An hour ago, when they’d parted from Charlie, leaving the robbery scene, she’d been trying to reach the four families, to find out what instructions they would have for her once the police had released the scenes. And to find out if anyone else had had keys to any of their doors. She’d had no luck reaching any of the four couples. She’d headed home so irritated, and concerned, that Ryan wondered if she’d be up all night dialing cell phones that had been turned off. What worried Charlie the most was the possibility that one of the few employees who’d left her, or one of the two she’d fired, might have copied her keys on the sly.
But maybe by the time Davis finished canvassing the nearby houses, they’d have some leads. That was a close neighborhood, maybe someone had seen a stranger or a strange car. Everyone for blocks around had to know those four couples were on vacation, and they were inclined to watch out for one another. Ryan dialed Charlie’s cell, got a busy signal, and left a message: “My delivery’s delayed for tomorrow morning. If you haven’t reached your clients, call me. I’ll make some calls for you before I head up to the job.”
Clyde sat down on the edge of the bed, watching Rock and Snowball, the small cat curled up tight against the Weimaraner, happily purring. “Such a sweet and innocent little cat,” Clyde said, reaching to gently stroke Snowball. “You don’t go chasing off in the middle of the night after burglars.” He wished Joe would learn to stay in at night-and how unrealistic was that?
Ryan finished her cocoa, set her cup on the dresser, and went to brush her teeth. Getting into bed, she slipped her feet carefully around the sleeping animals. “At least everything was insured-except maybe Theresa’s paintings. Insurance on pieces of art is ridiculously high.” She looked at him bleakly. “I don’t know if I can sleep, worrying about Joe. I’ve worried before, but not like this. You’d think, after they got themselves locked in that closet, they’d be ready to call it a night.”

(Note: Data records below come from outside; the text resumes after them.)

// York fits y = a + b·x to points with per-point standard uncertainties
// sx, sy and error correlations r (nil means 0) by the method of York,
// Evensen, López Martínez & De Basabe Delgado (2004, Am. J. Phys. 72:367),
// iterating
//
//	W_i = 1/(σy_i² + b²·σx_i² − 2·b·r_i·σx_i·σy_i)
//	X̄ = ΣW·X/ΣW,  Ȳ = ΣW·Y/ΣW,  U = X − X̄,  V = Y − Ȳ
//	β_i = W_i·[U_i·σy_i² + b·V_i·σx_i² − (b·U_i + V_i)·r_i·σx_i·σy_i]
//	b = ΣW·β·V / ΣW·β·U,  a = Ȳ − b·X̄
//
// (their Section III written with σ instead of ω = 1/σ², so that σx = 0
// is allowed and gives weighted least squares in y). The standard errors are
// York et al.'s, at the adjusted points x_i = X̄ + β_i, from the stated
// uncertainties alone:
//
//	σb² = 1/ΣW·(x − x̄)²,  σa² = 1/ΣW + x̄²·σb²,  cov(a, b) = −x̄·σb²
//
// SEScaled multiplies them by √MSWD with MSWD = S/(n−2), S = ΣW(Y − a − bX)².
// A point with σx = σy = 0 is an error.
func York(x, y, sx, sy, r []float64, opt *YorkOptions) (*Fit, error) {
	if opt == nil {
		opt = &YorkOptions{}
	}
	conf, err := opt.confidence()
	if err != nil {
		return nil, err
	}
	if err := checkYork(x, y, sx, sy, r); err != nil {
		return nil, err
	}
	yk := newYork(opt, len(x))
	res, err := yk.fit(x, y, sx, sy, r, math.NaN())
	if err != nil {
		return nil, err
	}
	n := len(x)
	df := n - 2
	f := &Fit{
		Method:            MethodYork,
		N:                 n,
		Confidence:        conf,
		CovSlopeIntercept: res.cov,
		Chi2:              res.s,
		DOF:               df,
		MSWD:              res.s / float64(df),
		PValue:            distuv.ChiSquared{K: float64(df)}.Survival(res.s),
		Iterations:        res.iter,
		Converged:         true,
	}
	sf := math.Sqrt(f.MSWD)
	var crit, widen float64
	var how string
	switch opt.Scaling {
	case ScaleNever:
		crit, widen, how = zQuantile(conf), 1, "normal"
	case ScaleAlways:
		crit, widen, how = tQuantile(conf, df), sf, "t, scaled by √MSWD"
	default:
		crit, widen, how = tQuantile(conf, df), math.Max(1, sf), "t, scaled by max(1, √MSWD)"
	}
	f.Slope = Estimate{Value: res.b, SE: res.seB, SEScaled: res.seB * sf,
		CI: symmetric(res.b, crit*widen*res.seB, conf, how)}
	f.Intercept = Estimate{Value: res.a, SE: res.seA, SEScaled: res.seA * sf,
		CI: symmetric(res.a, crit*widen*res.seA, conf, how)}
	if !allFinite(res.a, res.b, res.seA, res.seB, res.cov, res.s, f.PValue) {
		return nil, fmt.Errorf("%w: the values overflow double precision", ErrDegenerate)
	}
	if f.PValue < 0.05 {
		f.Warnings = append(f.Warnings, &Warning{Code: WarnScatterExceeds, Message: fmt.Sprintf(
			"york: the scatter about the line exceeds the stated uncertainties (MSWD = %.3g, p = %.2g); se_scaled is the more realistic uncertainty", f.MSWD, f.PValue)})
	}
	if opt.Jackknife {
		maxN := opt.JackknifeMaxN
		if maxN <= 0 {
			maxN = 5000
		}
		if n > maxN {
			f.Warnings = append(f.Warnings, &Warning{Code: WarnJackknifeSkipped, Message: fmt.Sprintf(
				"york: the jackknife was skipped because n = %d exceeds %d", n, maxN)})
		} else if n < 4 {
			f.Warnings = append(f.Warnings, &Warning{Code: WarnJackknifeSkipped,
				Message: "york: the jackknife needs at least 4 points"})
		} else if jk, err := yk.jackknife(x, y, sx, sy, r, res.a, res.b, tQuantile(conf, df), conf); err != nil {
			f.Warnings = append(f.Warnings, &Warning{Code: WarnJackknifeSkipped, Message: "york: no jackknife: " + trimPrefix(err.Error())})
		} else {
			f.Jackknife = jk
		}
	}
	if err := f.finite(); err != nil {
		return nil, err
	}
	return f, nil
}

func checkYork(x, y, sx, sy, r []float64) error {
	if err := checkXY(x, y); err != nil {
		return err
	}
	n := len(x)
	if sx == nil || sy == nil {
		return &OptionError{Option: "sx, sy", Reason: "york needs per-point uncertainties of x and y"}
	}
	if len(sx) != n || len(sy) != n {
		return ErrLengthMismatch
	}
	var mx, my float64
	for i := range n {
		a, b := sx[i], sy[i]
		if !(a-a == 0 && a >= 0 && b-b == 0 && b >= 0) || (a == 0 && b == 0) {
			if err := checkSigma(sx[i:i+1], 1, "sx"); err != nil {
				return pointAt(err, i)
			}
			if err := checkSigma(sy[i:i+1], 1, "sy"); err != nil {
				return pointAt(err, i)
			}
			return &PointError{Index: i, Field: "sy", Err: fmt.Errorf(
				"%w: sx and sy are both zero, which would give the point infinite weight", ErrInvalidUncertainty)}
		}
		if a > mx {
			mx = a
		}
		if b > my {
			my = b
		}
	}
	if outOfRange(mx) || outOfRange(my) {
		return ErrMagnitude
	}
	return checkCorrelation(r, n)
}

// pointAt moves a *PointError found on a one-element slice to index i.
func pointAt(err error, i int) error {
	if pe, ok := err.(*PointError); ok {
		pe.Index = i
	}
	return err
}

// york holds the settings and scratch of the York iteration.
type york struct {
	tol     float64
	maxIter int
	w       []float64
	// warm, when set, starts iterate at (cx, cy) and the given slope.
	warm   bool
	cx, cy float64
	// skip, when skipping, is a point the passes leave out (the
	// jackknife's, without copying the data).
	skipping bool
	skip     int
}

type yorkResult struct {
	a, b, seA, seB, cov, s float64
	iter                   int
}

func newYork(opt *YorkOptions, n int) *york {
	yk := &york{tol: 1e-15, maxIter: 1000}
	if opt.Tol > 0 {
		yk.tol = opt.Tol
	}
	if opt.MaxIter > 0 {
		yk.maxIter = opt.MaxIter
	}
	return yk
}

// origin returns the unweighted means of x and y. The iteration works on
// x − x0 and y − y0, so that a large common offset in the data costs no
// precision in the centred sums (the subtraction is exact to one rounding
// and the same in every iteration).
func origin(x, y []float64) (x0, y0 float64) {
	for i := range x {
		x0 += x[i]
		y0 += y[i]
	}
	n := float64(len(x))
	return x0 / n, y0 / n
}

// weights fills w with York's W_i for slope b and returns ΣW and the
// weighted means X̄, Ȳ of the data relative to (x0, y0).
func (yk *york) weights(x, y, sx, sy, r []float64, x0, y0, b float64) (sw, mx, my float64, err error) {
	if cap(yk.w) < len(x) {
		yk.w = make([]float64, len(x))
	}
	w := yk.w[:len(x)]
	var swx, swy float64
	for i := range x {
		vx, vy := sx[i]*sx[i], sy[i]*sy[i]
		d := vy + b*b*vx
		if r != nil {
			d -= 2 * b * r[i] * sx[i] * sy[i]
		}
		if !(d > 0) {
			return 0, 0, 0, &PointError{Index: i, Field: "sy", Err: fmt.Errorf(
				"%w: the point's combined variance about the line is zero", ErrDegenerate)}
		}
		wi := 1 / d
		w[i] = wi
		sw += wi
		swx += wi * (x[i] - x0)
		swy += wi * (y[i] - y0)
	}
	return sw, swx / sw, swy / sw, nil
}

// slopeLine returns only (a, b) and the iteration count; the hot path of
// the jackknife and bootstrap. b0, when not NaN, is the starting slope.
//
// Each iteration is one pass over the data. With the points taken relative
// to the previous iteration's weighted centroid c (X′ = X − c_x, Y′ = Y − c_y)
// and δ = ΣW·X′/ΣW (and likewise for y) the small remaining shift,
// York's β_i = W_i(α_i·U_i + γ_i·V_i) with α = σy² − b·ρ, γ = b·σx² − ρ,
// ρ = r·σx·σy, U = X′ − δx, V = Y′ − δy, so that
//
//	ΣWβV = ΣW²α(X′Y′) − δy·ΣW²αX′ − δx·ΣW²αY′ + δxδy·ΣW²α + ΣW²γY′² − 2δy·ΣW²γY′ + δy²·ΣW²γ
//
// and likewise ΣWβU: thirteen sums gathered in one pass. As the iteration
// converges, c tends to the centroid and δ to zero, so the corrections
// cost no precision.
//
// The iteration stops when the relative slope change is at most Tol, or
// when it has reached the rounding floor of the data: the change is below
// 1e-12 and no longer shrinking, or the iterates cycle. Otherwise it stops
// at MaxIter with a *ConvergenceError.
func (yk *york) slopeLine(x, y, sx, sy, r []float64, b0 float64) (a, b float64, iter int, err error) {
	a, b, _, _, iter, err = yk.iterate(x, y, sx, sy, r, b0)
	return
}

// yorkStart returns the unweighted means and a starting slope: Deming's
// with λ = Σσy²/Σσx² (OLS when every σx is 0), from one pass.
func yorkStart(x, y, sx, sy []float64) (cx, cy, b float64) {
	n := len(x)
	y, sx, sy = y[:n], sx[:n], sy[:n]
	x0, y0 := x[0], y[0]
	var s1, s2, sxx, syy, sxy, vx, vy float64
	for i := range n {
		dx, dy := x[i]-x0, y[i]-y0
		s1 += dx
		s2 += dy
		sxx += dx * dx
		syy += dy * dy
		sxy += dx * dy
		vx += sx[i] * sx[i]
		vy += sy[i] * sy[i]
	}
	fn := float64(n)
	mx, my := s1/fn, s2/fn
	sxx, syy, sxy = sxx-s1*mx, syy-s2*my, sxy-s1*my
	lambda := math.Inf(1)
	if vx > 0 {
		lambda = vy / vx
	}
	b = sxy / sxx
	if sxy != 0 && lambda > 0 {
		b = demingSlope(sxx, syy, sxy, lambda)
	}
	if !allFinite(b) {
		b = sxy / sxx
	}
	return x0 + mx, y0 + my, b
}

// iterate runs the York iteration and returns the line with the weighted
// centroid (cx, cy) of its last pass.
func (yk *york) iterate(x, y, sx, sy, r []float64, b0 float64) (a, b, cx, cy float64, iter int, err error) {
	if yk.warm && !math.IsNaN(b0) {
		// A warm start (the jackknife): the full sample's centroid is close
		// enough, and the first pass measures the remaining shift.
		cx, cy, b = yk.cx, yk.cy, b0
	} else {
		cx, cy, b = yorkStart(x, y, sx, sy)
		if !math.IsNaN(b0) {
			b = b0
		}
	}
	if !allFinite(b) {
		return 0, 0, 0, 0, 0, fmt.Errorf("%w: no starting slope (x is constant)", ErrDegenerate)
	}
	prev2 := math.NaN()
	var pb, pg float64 // the previous slope and its image g(pb)
	change, prevChange := math.Inf(1), math.Inf(1)
	for iter = 1; iter <= yk.maxIter; iter++ {
		var s yorkSums
		if yk.skipping {
			s, err = yk.passSkipping(x, y, sx, sy, r, cx, cy, b)
		} else if r == nil {
			s, err = yorkPass(x, y, sx, sy, cx, cy, b)
		} else {
			s, err = yorkPassR(x, y, sx, sy, r, cx, cy, b)
		}
		if err != nil {
			return 0, 0, 0, 0, iter, err
		}
		dx, dy := s.wx/s.w, s.wy/s.w
		num := s.num - dy*s.aX - dx*s.aY + dx*dy*s.a - 2*dy*s.gY + dy*dy*s.g
		den := s.den - 2*dx*s.aX + dx*dx*s.a - dy*s.gX - dx*s.gY + dx*dy*s.g
		nb := num / den
		if !allFinite(nb) {
			return 0, 0, 0, 0, iter, fmt.Errorf("%w: the York iteration left the finite range", ErrDegenerate)
		}
		cx, cy = cx+dx, cy+dy // the weighted centroid for slope b
		change = math.Abs(nb - b)
		if nb != 0 {
			change /= math.Abs(nb)
		}
		if change <= yk.tol || nb == prev2 || (change < 1e-12 && change >= prevChange) {
			return cy - nb*cx, nb, cx, cy, iter, nil
		}
		// York's map g converges linearly; a secant step on g(b) − b from
		// the last two evaluations converges superlinearly. It is taken only
		// when it stays within the plain step's reach, else the plain step.
		next := nb
		if iter > 1 {
			f0, f1 := pg-pb, nb-b
			if den := f1 - f0; den != 0 {
				if sb := b - f1*(b-pb)/den; math.Abs(sb-nb) <= 2*math.Abs(nb-b) && allFinite(sb) {
					next = sb
				}
			}
		}
		pb, pg = b, nb
		prev2, b, prevChange = b, next, change
	}
	return 0, 0, 0, 0, yk.maxIter, &ConvergenceError{Method: MethodYork, Iterations: yk.maxIter, Change: change}
}

// yorkSums are the sums of one York pass (see slopeLine).
type yorkSums struct {
	w, wx, wy float64
	num, den  float64 // ΣW²(αX′Y′ + γY′²), ΣW²(αX′² + γX′Y′)
	a, aX, aY float64 // ΣW²α, ΣW²αX′, ΣW²αY′
	g, gX, gY float64 // ΣW²γ, ΣW²γX′, ΣW²γY′
}

// plus adds the sums of two parts of the data.
func (s yorkSums) plus(o yorkSums) yorkSums {
	return yorkSums{s.w + o.w, s.wx + o.wx, s.wy + o.wy, s.num + o.num, s.den + o.den,
		s.a + o.a, s.aX + o.aX, s.aY + o.aY, s.g + o.g, s.gX + o.gX, s.gY + o.gY}
}

// passSkipping is one pass over the data without point yk.skip: the sums
// of the points before it and of those after it.
func (yk *york) passSkipping(x, y, sx, sy, r []float64, cx, cy, b float64) (yorkSums, error) {
	k := yk.skip
	part := func(lo, hi int) (yorkSums, error) {
		if r == nil {
			return yorkPass(x[lo:hi], y[lo:hi], sx[lo:hi], sy[lo:hi], cx, cy, b)
		}
		return yorkPassR(x[lo:hi], y[lo:hi], sx[lo:hi], sy[lo:hi], r[lo:hi], cx, cy, b)
	}
	s1, err := part(0, k)
	if err != nil {
		return s1, err
	}
	s2, err := part(k+1, len(x))
	return s1.plus(s2), err
}

// yorkPass gathers the sums for uncorrelated errors (ρ = 0: α = σy², γ = b·σx²).
func yorkPass(x, y, sx, sy []float64, cx, cy, b float64) (s yorkSums, err error) {
	y, sx, sy = y[:len(x)], sx[:len(x)], sy[:len(x)] // one bounds check here, none in the loop
	b2 := b * b
	for i := range x {
		vx, vy := sx[i]*sx[i], sy[i]*sy[i]
		d := vy + b2*vx
		if !(d > 0) {
			return s, &PointError{Index: i, Field: "sy", Err: fmt.Errorf(
				"%w: the point's combined variance about the line is zero", ErrDegenerate)}
		}
		w := 1 / d
		xp, yp := x[i]-cx, y[i]-cy
		w2 := w * w
		al, ga := w2*vy, w2*b*vx
		t := xp * yp
		s.w += w
		s.wx += w * xp
		s.wy += w * yp
		s.num += al*t + ga*yp*yp
		s.den += al*xp*xp + ga*t
		s.a += al
		s.aX += al * xp
		s.aY += al * yp
		s.g += ga
		s.gX += ga * xp
		s.gY += ga * yp
	}
	return s, nil
}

“Not those three.” He switched off the lamp and stretched out.
“Did he tell you what, exactly, they were doing? Tell you how they got locked in? Were they tailing the burglar? Why did they let him get so near that he shut them in? And what good to run surveillance,” she said crossly, “if they go off in the night and don’t tell anyone what they found?”
Clyde sighed, and shook his head. “We just have to live with it.” He drew her close. “Do we have a choice?”